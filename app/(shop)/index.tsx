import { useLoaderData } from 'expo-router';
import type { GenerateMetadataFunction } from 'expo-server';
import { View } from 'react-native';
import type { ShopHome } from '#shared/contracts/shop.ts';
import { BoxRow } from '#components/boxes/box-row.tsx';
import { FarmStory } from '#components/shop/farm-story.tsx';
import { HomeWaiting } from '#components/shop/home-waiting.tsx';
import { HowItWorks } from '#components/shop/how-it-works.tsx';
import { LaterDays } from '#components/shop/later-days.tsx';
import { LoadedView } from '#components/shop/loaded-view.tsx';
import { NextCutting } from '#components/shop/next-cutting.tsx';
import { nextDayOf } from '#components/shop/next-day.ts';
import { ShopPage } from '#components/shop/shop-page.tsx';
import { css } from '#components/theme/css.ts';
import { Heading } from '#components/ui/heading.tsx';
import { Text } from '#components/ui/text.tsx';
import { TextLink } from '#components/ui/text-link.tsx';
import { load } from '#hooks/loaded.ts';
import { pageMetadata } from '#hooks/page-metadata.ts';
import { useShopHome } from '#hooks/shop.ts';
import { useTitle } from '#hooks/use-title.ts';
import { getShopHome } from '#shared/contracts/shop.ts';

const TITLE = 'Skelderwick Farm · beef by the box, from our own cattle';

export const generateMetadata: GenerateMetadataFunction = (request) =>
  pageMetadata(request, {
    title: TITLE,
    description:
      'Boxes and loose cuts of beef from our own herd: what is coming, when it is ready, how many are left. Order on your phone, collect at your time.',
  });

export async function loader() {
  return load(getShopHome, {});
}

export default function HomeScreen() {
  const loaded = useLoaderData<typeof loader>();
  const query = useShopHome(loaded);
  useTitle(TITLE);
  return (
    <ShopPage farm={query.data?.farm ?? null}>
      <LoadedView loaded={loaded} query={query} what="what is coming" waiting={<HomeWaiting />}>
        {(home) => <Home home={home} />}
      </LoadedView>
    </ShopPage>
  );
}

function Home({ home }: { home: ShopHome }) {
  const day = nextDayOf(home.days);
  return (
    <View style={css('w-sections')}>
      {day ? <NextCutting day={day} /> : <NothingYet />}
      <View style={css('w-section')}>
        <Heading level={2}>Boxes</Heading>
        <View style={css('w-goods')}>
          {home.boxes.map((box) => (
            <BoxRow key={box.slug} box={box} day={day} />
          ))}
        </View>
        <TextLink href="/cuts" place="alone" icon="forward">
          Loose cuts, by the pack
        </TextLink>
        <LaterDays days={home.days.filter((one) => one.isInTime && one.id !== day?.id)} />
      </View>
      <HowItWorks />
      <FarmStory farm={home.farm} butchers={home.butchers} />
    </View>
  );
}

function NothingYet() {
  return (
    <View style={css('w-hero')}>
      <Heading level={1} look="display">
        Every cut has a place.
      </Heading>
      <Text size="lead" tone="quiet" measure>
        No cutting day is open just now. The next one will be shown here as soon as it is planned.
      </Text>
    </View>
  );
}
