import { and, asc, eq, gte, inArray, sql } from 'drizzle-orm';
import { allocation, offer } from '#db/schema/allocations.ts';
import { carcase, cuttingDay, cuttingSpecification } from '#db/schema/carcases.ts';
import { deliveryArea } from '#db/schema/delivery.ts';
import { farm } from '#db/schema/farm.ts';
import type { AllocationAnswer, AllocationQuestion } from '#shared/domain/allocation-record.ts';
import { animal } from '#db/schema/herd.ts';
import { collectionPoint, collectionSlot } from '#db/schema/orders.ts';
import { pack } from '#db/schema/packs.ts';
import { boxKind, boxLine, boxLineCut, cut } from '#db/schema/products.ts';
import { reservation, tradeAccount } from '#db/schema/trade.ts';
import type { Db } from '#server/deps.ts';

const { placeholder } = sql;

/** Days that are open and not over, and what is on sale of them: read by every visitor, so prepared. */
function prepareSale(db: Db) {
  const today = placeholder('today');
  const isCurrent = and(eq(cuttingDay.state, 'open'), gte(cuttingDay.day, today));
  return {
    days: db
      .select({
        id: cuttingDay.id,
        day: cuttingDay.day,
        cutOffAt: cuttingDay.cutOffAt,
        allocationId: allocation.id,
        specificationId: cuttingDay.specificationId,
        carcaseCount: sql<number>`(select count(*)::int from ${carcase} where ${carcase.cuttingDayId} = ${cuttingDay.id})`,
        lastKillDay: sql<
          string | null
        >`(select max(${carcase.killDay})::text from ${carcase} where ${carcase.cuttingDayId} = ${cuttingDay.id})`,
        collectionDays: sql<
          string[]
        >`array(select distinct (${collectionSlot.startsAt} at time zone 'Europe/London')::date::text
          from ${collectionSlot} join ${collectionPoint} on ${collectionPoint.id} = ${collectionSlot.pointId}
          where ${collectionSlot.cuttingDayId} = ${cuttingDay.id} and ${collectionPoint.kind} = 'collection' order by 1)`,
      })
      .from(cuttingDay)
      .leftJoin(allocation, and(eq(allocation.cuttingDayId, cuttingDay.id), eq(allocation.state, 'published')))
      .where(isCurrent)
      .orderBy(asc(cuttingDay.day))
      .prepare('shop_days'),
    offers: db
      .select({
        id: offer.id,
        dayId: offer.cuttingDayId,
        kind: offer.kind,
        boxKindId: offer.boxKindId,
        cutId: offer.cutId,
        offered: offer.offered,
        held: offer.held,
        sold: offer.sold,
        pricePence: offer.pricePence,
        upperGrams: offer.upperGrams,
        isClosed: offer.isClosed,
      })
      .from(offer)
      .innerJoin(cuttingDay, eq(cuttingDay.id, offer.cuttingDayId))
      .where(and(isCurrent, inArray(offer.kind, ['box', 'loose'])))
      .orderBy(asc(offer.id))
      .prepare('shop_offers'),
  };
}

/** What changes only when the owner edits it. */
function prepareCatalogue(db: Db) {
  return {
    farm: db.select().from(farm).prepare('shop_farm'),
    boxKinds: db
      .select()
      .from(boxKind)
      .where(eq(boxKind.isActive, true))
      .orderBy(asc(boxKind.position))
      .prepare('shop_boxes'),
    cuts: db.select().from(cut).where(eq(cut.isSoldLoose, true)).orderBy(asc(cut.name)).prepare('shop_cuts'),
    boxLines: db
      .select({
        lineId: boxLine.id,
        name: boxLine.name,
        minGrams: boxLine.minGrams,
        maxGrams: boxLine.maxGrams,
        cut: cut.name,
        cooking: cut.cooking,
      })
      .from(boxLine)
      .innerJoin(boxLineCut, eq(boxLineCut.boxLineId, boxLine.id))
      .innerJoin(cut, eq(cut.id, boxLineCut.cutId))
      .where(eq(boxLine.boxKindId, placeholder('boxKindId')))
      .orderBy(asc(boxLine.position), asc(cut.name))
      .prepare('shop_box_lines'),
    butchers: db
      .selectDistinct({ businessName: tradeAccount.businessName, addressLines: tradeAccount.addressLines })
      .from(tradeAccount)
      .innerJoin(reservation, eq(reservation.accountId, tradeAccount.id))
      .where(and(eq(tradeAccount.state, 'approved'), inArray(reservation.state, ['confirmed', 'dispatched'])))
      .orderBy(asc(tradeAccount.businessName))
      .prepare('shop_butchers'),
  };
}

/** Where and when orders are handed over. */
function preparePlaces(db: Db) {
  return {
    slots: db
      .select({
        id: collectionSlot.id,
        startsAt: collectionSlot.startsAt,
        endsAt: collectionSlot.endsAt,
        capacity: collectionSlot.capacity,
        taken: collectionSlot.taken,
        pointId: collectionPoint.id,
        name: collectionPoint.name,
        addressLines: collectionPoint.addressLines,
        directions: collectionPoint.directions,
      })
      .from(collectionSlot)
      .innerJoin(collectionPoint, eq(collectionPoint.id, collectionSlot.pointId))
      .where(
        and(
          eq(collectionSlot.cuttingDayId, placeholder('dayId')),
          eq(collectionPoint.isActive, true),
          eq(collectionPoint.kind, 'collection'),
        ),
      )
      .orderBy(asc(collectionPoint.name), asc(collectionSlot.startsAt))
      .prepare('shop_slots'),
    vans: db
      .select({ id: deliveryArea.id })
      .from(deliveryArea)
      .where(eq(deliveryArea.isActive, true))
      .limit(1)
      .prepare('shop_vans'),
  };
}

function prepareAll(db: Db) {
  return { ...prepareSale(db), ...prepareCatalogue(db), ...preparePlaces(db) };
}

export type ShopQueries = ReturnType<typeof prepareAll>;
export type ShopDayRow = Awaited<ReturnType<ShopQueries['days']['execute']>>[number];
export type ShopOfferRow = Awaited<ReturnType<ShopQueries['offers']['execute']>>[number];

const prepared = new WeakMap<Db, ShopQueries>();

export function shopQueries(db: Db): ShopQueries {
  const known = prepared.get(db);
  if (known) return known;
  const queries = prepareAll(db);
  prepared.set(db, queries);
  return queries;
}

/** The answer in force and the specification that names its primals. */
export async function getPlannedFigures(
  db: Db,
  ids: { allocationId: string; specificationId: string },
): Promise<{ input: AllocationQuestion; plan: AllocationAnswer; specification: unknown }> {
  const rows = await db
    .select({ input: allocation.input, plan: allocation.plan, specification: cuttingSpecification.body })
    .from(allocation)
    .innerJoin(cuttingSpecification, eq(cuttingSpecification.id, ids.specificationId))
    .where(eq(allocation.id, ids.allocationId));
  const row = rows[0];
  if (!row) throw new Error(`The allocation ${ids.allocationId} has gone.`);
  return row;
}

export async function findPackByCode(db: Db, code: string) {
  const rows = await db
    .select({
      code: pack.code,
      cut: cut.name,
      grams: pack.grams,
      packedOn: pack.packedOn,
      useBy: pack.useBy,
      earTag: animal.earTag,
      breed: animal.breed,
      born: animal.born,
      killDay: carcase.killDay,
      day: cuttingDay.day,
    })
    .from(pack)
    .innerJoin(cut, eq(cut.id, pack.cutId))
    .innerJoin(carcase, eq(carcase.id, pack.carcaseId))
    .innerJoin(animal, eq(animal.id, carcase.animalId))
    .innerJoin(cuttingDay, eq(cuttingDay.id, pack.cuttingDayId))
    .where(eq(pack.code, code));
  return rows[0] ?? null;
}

•••••

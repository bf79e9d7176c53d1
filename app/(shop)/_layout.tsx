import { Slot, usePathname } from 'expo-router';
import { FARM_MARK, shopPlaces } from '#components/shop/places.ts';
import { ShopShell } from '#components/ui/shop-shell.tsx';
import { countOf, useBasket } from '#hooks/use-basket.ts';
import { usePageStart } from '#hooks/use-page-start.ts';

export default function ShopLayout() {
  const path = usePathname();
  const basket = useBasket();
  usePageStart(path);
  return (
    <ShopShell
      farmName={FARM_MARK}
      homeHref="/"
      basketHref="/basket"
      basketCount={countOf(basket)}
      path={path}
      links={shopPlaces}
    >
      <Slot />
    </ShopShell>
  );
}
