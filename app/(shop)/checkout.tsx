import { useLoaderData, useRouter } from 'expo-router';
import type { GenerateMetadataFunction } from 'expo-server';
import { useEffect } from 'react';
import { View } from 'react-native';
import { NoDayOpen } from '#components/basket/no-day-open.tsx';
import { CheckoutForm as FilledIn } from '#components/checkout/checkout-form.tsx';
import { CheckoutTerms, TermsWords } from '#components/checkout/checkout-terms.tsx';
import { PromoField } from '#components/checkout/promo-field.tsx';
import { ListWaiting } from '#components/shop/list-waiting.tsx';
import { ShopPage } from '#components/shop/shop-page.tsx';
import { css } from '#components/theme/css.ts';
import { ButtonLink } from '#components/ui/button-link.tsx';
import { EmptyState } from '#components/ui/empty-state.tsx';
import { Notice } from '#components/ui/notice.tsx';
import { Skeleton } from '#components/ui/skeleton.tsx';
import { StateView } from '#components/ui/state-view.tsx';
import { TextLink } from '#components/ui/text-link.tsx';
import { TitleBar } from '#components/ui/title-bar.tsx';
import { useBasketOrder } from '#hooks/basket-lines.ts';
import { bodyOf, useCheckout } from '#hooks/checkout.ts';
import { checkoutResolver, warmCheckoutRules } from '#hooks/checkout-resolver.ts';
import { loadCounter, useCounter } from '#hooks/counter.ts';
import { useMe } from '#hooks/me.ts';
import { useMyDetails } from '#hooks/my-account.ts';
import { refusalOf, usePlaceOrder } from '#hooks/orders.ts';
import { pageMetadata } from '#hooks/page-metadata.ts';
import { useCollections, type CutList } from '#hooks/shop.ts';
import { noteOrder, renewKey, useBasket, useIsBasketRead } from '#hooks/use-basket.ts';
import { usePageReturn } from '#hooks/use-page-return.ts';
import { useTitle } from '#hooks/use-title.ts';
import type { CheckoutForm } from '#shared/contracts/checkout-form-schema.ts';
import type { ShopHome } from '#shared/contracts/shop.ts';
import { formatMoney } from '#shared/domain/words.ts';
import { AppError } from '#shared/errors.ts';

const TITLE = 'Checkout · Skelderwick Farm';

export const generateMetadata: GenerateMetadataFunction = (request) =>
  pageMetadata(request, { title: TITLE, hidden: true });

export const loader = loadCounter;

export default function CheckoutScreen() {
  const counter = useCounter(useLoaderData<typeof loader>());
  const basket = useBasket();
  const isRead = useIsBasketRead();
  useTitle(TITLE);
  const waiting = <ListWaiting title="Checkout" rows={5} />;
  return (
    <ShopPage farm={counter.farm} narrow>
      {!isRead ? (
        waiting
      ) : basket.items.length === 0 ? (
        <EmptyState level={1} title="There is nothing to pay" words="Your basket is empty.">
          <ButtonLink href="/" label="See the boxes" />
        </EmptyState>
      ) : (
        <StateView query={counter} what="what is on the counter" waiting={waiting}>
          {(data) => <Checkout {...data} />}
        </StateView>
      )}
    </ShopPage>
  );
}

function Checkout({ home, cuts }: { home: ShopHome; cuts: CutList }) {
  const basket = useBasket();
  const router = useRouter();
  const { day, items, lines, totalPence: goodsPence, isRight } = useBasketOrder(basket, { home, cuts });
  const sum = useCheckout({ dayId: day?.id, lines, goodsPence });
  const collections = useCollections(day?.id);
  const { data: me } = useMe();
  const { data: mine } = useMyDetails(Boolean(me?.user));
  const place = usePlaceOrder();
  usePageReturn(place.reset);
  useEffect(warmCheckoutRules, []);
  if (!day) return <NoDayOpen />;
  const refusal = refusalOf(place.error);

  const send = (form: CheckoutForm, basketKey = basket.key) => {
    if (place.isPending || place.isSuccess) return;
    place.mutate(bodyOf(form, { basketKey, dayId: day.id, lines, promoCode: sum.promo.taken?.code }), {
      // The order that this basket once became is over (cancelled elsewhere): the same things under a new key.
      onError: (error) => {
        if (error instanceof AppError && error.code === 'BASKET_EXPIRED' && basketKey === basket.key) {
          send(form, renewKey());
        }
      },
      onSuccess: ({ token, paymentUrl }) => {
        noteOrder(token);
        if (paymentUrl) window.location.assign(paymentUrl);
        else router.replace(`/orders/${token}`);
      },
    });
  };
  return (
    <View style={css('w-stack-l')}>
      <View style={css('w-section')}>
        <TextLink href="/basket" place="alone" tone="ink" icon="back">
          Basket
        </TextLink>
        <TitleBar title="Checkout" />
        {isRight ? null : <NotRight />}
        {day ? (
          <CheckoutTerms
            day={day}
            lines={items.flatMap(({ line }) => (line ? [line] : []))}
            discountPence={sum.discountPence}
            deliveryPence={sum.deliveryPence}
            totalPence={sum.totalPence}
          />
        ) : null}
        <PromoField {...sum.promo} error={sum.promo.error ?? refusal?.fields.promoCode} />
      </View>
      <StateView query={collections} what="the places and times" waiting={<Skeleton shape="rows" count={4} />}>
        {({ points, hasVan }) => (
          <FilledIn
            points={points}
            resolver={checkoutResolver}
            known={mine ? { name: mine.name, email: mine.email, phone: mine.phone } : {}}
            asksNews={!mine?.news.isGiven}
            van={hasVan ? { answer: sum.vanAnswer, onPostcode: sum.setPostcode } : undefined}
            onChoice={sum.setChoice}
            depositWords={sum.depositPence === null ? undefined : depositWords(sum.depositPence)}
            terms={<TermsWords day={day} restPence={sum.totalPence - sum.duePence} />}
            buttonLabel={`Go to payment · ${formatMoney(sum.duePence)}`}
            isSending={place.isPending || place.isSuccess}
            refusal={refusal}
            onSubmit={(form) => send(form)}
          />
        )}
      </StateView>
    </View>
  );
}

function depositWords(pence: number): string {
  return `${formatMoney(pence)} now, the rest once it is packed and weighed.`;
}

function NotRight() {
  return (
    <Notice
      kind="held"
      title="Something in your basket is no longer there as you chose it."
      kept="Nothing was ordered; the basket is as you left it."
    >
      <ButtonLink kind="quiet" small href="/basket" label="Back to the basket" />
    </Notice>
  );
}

•••••

→ **TRY IT**
Your response should be made up of the lines in the data that contain the word "Skelderwick".

→ **TASK RESPONSE**
const TITLE = 'Skelderwick Farm · beef by the box, from our own cattle';
const TITLE = 'Checkout · Skelderwick Farm';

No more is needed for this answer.